Ras G, an experimental hip-hop producer whose kaleidoscopic, throttling beats channeled a wide spectrum of black musical history and established him as a guiding light on the Los Angeles music scene, died on Monday at his home in the city. He was 40.
Bryan Shorter, his youngest brother, confirmed the death but he did not give a cause. He said Ras G had been ill in recent months and had periods of hospitalization.
Splicing together spiritual jazz, classic soul, old-school hip-hop and film soundtracks, Ras G referred to the clamorous, sample-heavy beats he made as “ghetto sci-fi.” He proudly proclaimed his debt to Sun Ra, the jazz bandleader and Afrofuturist pioneer whose message of cultural revolution found new voice in Ras G’s music.
When he began releasing music in the late 2000s, Ras G drew the attention of fellow experimental musicians and listeners, particularly in Los Angeles’s thriving beat-music scene, now considered by many critics to be part of the 21st-century musical vanguard.
Ras G called his home studio, in the Leimert Park neighborhood, Spacebase; a small, colorful space, it acquired a mythic status among Los Angeles musicians. In a video produced by Fact magazine, he described the studio as “pretty much my brain,” adding, “My work represents my culture, my being, my all.”
Steven Ellison, an influential Los Angeles producer who performs as Flying Lotus and runs the Brainfeeder label, said that Ras G had been a source of artistic inspiration and guidance from the beginning of Mr. Ellison’s career. “I always felt like Ras G was decades older than me,” he said in a phone interview. “I felt like he had already lived another life before this one.”
For all Ras G’s reverence of music history, he sought to move things forward by creating beats that felt rugged, confrontational and fresh. “As far back as I remember, his sound was just so raw,” Mr. Ellison said. “It was so thunderous and offensive — like he was purposely trying to destroy your speaker.”
In the Fact video, Ras G noted that he had never changed the needle on his first (and favorite) turntable. “It’s got the same dust that it had in it from the day I bought it,” he said, smiling.
Gregory Shorter Jr. was born in Los Angeles on Dec. 11, 1978, to Gregory and Marguerite Shorter. Though he received little formal musical education, he was obsessed with music from early on.

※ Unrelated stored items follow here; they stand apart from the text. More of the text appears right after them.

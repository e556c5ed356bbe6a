// The analysis worker for real: the extension bundle is built, loaded in a worker thread with a stand-in for
// 'vscode' (as in the editor), and answers with the same report as the in-process analysis.

import { build } from 'esbuild';
import { mkdtempSync } from 'node:fs';
import { tmpdir } from 'node:os';
import { join } from 'node:path';
import { afterAll, beforeAll, describe, expect, it } from 'vitest';
import { AnalysisClient } from '../../../src/extension/analysisClient';
import { analyseText } from '../../../src/extension/analysisWorker';
import { HEAT, ROOT, example } from './helpers';

let bundle = '';
let client: AnalysisClient;
const logs: string[] = [];

beforeAll(async () => {
  bundle = join(mkdtempSync(join(tmpdir(), 'fluxel-ext-')), 'extension.js');
  await build({ entryPoints: [join(ROOT, 'src/extension/extension.ts')], outfile: bundle, bundle: true, platform: 'node', format: 'cjs', target: 'node20', external: ['vscode'], logLevel: 'error' });
  client = new AnalysisClient({ bundle, inProcess: async () => analyseText, log: (l) => logs.push(l) });
});

afterAll(() => client.dispose());

describe('analysis worker thread', () => {
  it('answers from the worker with the in-process report', async () => {
    const r = await client.analyse('edge', example('edge-preserving.fluxel'));
    expect(r).not.toBe('stale');
    if (r === 'stale') return;
    expect(r.thread).toBe('worker');
    expect(logs).toEqual([]);
    const local = analyseText(example('edge-preserving.fluxel'));
    expect(r.report?.limit).toBe(local.report?.limit);
    expect(r.report?.method).toBe('positivity');
    expect(r.diagnostics.map((d) => d.code)).toEqual(local.diagnostics.map((d) => d.code));
  });

  it('keeps only the newest text of a document while it is busy', async () => {
    const pending = [client.analyse('heat', HEAT('0.1')), client.analyse('heat', HEAT('0.2')), client.analyse('heat', HEAT('0.3'))];
    const [a, b, c] = await Promise.all(pending);
    expect(b).toBe('stale');
    expect(a === 'stale' || a.report?.dt === 0.1).toBe(true);
    expect(c !== 'stale' && c.report?.dt).toBe(0.3);
    expect(c !== 'stale' && c.thread).toBe('worker');
  });
});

“He was always playing records and tapes, and he’s always been a digger,” Bryan Shorter said, referring to the practice of so-called crate digging: searching for old albums at stores and fairs. “He used to listen to my grandmother’s old records all day.”
In addition to his brother Bryan, Ras G is survived by his mother, three other brothers and a sister.
He released his first record, “Ghetto Sci-Fi,” in 2008, and over the next 11 years he put out two dozen albums and mixtapes for a variety of Los Angeles-based labels, including Leaving Records and Akashik Records.
He was part of the inner circle of musicians that had inspired Mr. Ellison to found Brainfeeder Records in 2008. It now releases cutting-edge albums along the divide of hip-hop, electronic music and jazz. Brainfeeder put out two of Ras G’s most well-received recordings: “Brotha From Anotha Planet” (2009) and “Back on the Planet” (2013).
“Part of the reason why I started the label was to put his stuff out,” Mr. Ellison said.
Even as his health declined, Ras G continued working almost every day, as he had for more than a decade, at Poobah Record Shop in Pasadena. The store specializes in rare albums and tapes. He often spent evenings at the Low End Theory, a club at the heart of Los Angeles’s beat scene.
In a separate interview with Fact magazine, Ras G was as enthusiastic about his role at the record store as he was about his music-making. He described Poobah’s policy as “open doors always,” and said there were “new kids coming all the time.”
“That’s the job of the record store,” he said. “Get people into other music and have them keep coming back and just introduce them to new and greater things.”